# The Cleveland Show - 5/12



## That Don Guy (Mar 13, 2003)

The new episode of The Cleveland Show that was supposed to air on 5/5 but got pre-empted by the end of the rain-delayed NASCAR race will air on 5/12 at 7 PM (Eastern/Pacific). If you have an SP, you might want to make sure that the episode is set to record, as the guide probably thinks that this episode aired last week.

Note that the new episode already scheduled for 7:30 will air as well.


----------



## sharkster (Jul 3, 2004)

Thanks for the info.

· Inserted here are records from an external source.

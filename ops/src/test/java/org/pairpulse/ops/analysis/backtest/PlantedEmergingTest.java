package org.pairpulse.ops.analysis.backtest;

import static org.junit.jupiter.api.Assertions.assertEquals;
import static org.junit.jupiter.api.Assertions.assertTrue;

import com.fasterxml.jackson.databind.JsonNode;
import com.fasterxml.jackson.databind.ObjectMapper;
import java.io.PrintWriter;
import java.io.StringWriter;
import java.nio.file.Files;
import java.nio.file.Path;
import org.junit.jupiter.api.Test;
import org.junit.jupiter.api.io.TempDir;
import org.pairpulse.ops.Main;
import org.pairpulse.ops.tools.scenario.ScenarioConfig;
import org.pairpulse.ops.tools.scenario.ScenarioFiles;
import org.pairpulse.ops.tools.scenario.ScenarioGenerator;
import picocli.CommandLine;

/**
 * End to end: a 5-day Kestrel Connect scenario at a low basket rate, replayed by {@code pairpulse backtest} with its
 * ground truth; both planted emerging pairs are scored, and the e-sports pair (e-sports pack and low-latency boost,
 * from day 3 12:00) is alerted. Whether the pair from nothing (the new handset's launch case, from day 3 15:00) is
 * alerted is the drift detector's matter, not asserted here.
 */
class PlantedEmergingTest {
  @TempDir
  Path directory;

  @Test
  void thePlantedEmergingPairIsAlerted() throws Exception {
    ScenarioFiles.writeAll(new ScenarioGenerator(ScenarioConfig.defaults().withDurationDays(5).withBasketsPerMinute(6)),
        directory);
    // a small tracked table and a coarse refresh keep the test fast; the floor is lowered for the low rate
    Files.writeString(directory.resolve("test.properties"),
        "engine.tracked.pair.capacity=1024\nengine.tracked.item.capacity=1024\n");
    StringWriter out = new StringWriter();
    StringWriter err = new StringWriter();
    CommandLine cli = Main.commandLine();
    cli.setOut(new PrintWriter(out, true));
    cli.setErr(new PrintWriter(err, true));
    int exit = cli.execute("backtest", "--input", directory.resolve(ScenarioFiles.JSON_LINES_FILE).toString(),
        "--ground-truth", directory.resolve(ScenarioFiles.GROUND_TRUTH_FILE).toString(), "--config",
        directory.resolve("test.properties").toString(), "--refresh-every", "1h", "--summary-every", "1d",
        "--eval-share", "0", "--floor", "20", "--quiet", "--out", directory.resolve("out").toString());
    assertEquals(Main.EXIT_OK, exit, err.toString());
    JsonNode detection = new ObjectMapper().readTree(directory.resolve("out").resolve(BacktestRun.JSON_FILE).toFile())
        .get("detection");
    assertEquals(2, detection.get("planted").asInt(), detection.toString());
    JsonNode event = detection.at("/events/0");
    assertEquals("EMERGING", event.get("kind").asText());
    assertEquals("boost-lowlatency-5gb", event.at("/pair/0").asText());
    assertEquals("pack-esports", event.at("/pair/1").asText());
    assertTrue(event.get("detected").asBoolean(), detection.toString());
    assertTrue(event.get("delayMinutes").asDouble() >= 0, event.toString());
    JsonNode launch = detection.at("/events/1");
    assertEquals("EMERGING", launch.get("kind").asText());
    assertEquals("case-kestrel-two-launch", launch.at("/pair/0").asText());
    assertEquals("handset-kestrel-two", launch.at("/pair/1").asText());
    assertTrue(out.toString().matches("(?s).*detection: [12]/2 planted changes.*"), out.toString());
  }
}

I wondered what happened when I played it and it was from Halloween (despite what the Tivo guide said), because there weren't any pre-emptions in my time zone and the rest of the Sunday animation shows were as scheduled. 

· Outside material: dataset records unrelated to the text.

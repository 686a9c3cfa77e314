package org.pairpulse.ops.product.pipeline;

import io.micrometer.core.instrument.Gauge;
import io.micrometer.core.instrument.MeterRegistry;
import java.util.Collection;
import java.util.LinkedHashMap;
import java.util.Map;
import org.pairpulse.ingest.event.DeadLetterReason;
import org.pairpulse.ingest.kafka.Ingestor;
import org.pairpulse.ingest.metrics.IngestMetrics;
import org.pairpulse.serve.IngestHealth;
import org.pairpulse.serve.IngestStatus;
import org.pairpulse.sketch.table.PairTable;

/**
 * serve's view of ingest ({@link IngestStatus}) over an {@link Ingestor}: counts and rates from its
 * meters, the watermark from its newest pair table. Reads only volatile state and meters, so it never
 * blocks serve's threads.
 */
final class IngestHealthReporter implements IngestStatus {
  private final Ingestor ingestor;
  private final MeterRegistry registry;
  private volatile boolean started;
  private volatile boolean stopped;

  IngestHealthReporter(Ingestor ingestor, MeterRegistry registry) {
    this.ingestor = ingestor;
    this.registry = registry;
  }

  void started() {
    started = true;
  }

  void stopped() {
    stopped = true;
  }

  @Override
  public IngestHealth health() {
    IngestMetrics metrics = ingestor.metrics();
    Throwable failure = ingestor.failure();
    IngestHealth.State state;
    String detail = "";
    if (failure != null) {
      state = IngestHealth.State.FAILED;
      detail = failure.getMessage() == null ? failure.getClass().getSimpleName() : failure.getMessage();
    } else if (stopped || (started && !ingestor.isRunning())) {
      state = IngestHealth.State.STOPPED;
    } else if (!started) {
      state = IngestHealth.State.STARTING;
    } else {
      state = IngestHealth.State.RUNNING;
      detail = "partitions " + ingestor.assignment().size() + ", instance " + ingestor.instanceId();
    }
    Map<String, Long> deadLetters = new LinkedHashMap<>();
    for (DeadLetterReason reason : DeadLetterReason.values()) {
      long count = (long) metrics.deadLetterCount(reason);
      if (count > 0) {
        deadLetters.put(reason.wireName(), count);
      }
    }
    PairTable table = ingestor.pairTables().current();
    long watermark = table.version() == 0 ? Long.MIN_VALUE : table.watermarkMillis();
    return new IngestHealth(state, (long) metrics.basketCount(), gauge(IngestMetrics.PREFIX + "baskets.rate"),
        gauge(IngestMetrics.PREFIX + "records.rate"), lag(), deadLetters, watermark, detail);
  }

  private double gauge(String name) {
    Gauge gauge = registry.find(name).gauge();
    return gauge == null ? 0 : gauge.value();
  }

  /** Summed over this instance's partitions; −1 before any partition reported one. */
  private long lag() {
    Collection<Gauge> gauges = registry.find(IngestMetrics.PREFIX + "lag").gauges();
    if (gauges.isEmpty()) {
      return -1;
    }
    long sum = 0;
    for (Gauge g : gauges) {
      sum += (long) g.value();
    }
    return sum;
  }
}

The good thing about my failing memory is that I was able to watch it again, having no clue what was gong to happen.  ha!

Will be sure to ck next wk's schedule.


----------



## trainman (Jan 29, 2001)

In the DirecTV program guide, at least, what's showing on 5/12 is a one-hour "episode," beginning at 7:00, consisting of both episodes. Thus, it's adequately fooling my DVR into recording the episode originally scheduled for 5/5.


----------



## jamesbobo (Jun 18, 2000)

FIOS DVR has both episodes scheduled.


----------



## 59er (Mar 27, 2008)

My Premiere XL (on TWC NYC) has the 1-hour episode scheduled. That's actually a great workaround to avoid any risk of being thought a rerun of last week's ep, and I applaud whoever came up with this fix at Fox, or Tribune, or wherever.


----------



## sharkster (Jul 3, 2004)

ITA with 59er. Good job on the guide. My guide showed it as a single one-hour episode, but with two episode titles and an OAD of 5/12.


----------



## That Don Guy (Mar 13, 2003)

59er said:


> My Premiere XL (on TWC NYC) has the 1-hour episode scheduled. That's actually a great workaround to avoid any risk of being thought a rerun of last week's ep, and I applaud whoever came up with this fix at Fox, or Tribune, or wherever.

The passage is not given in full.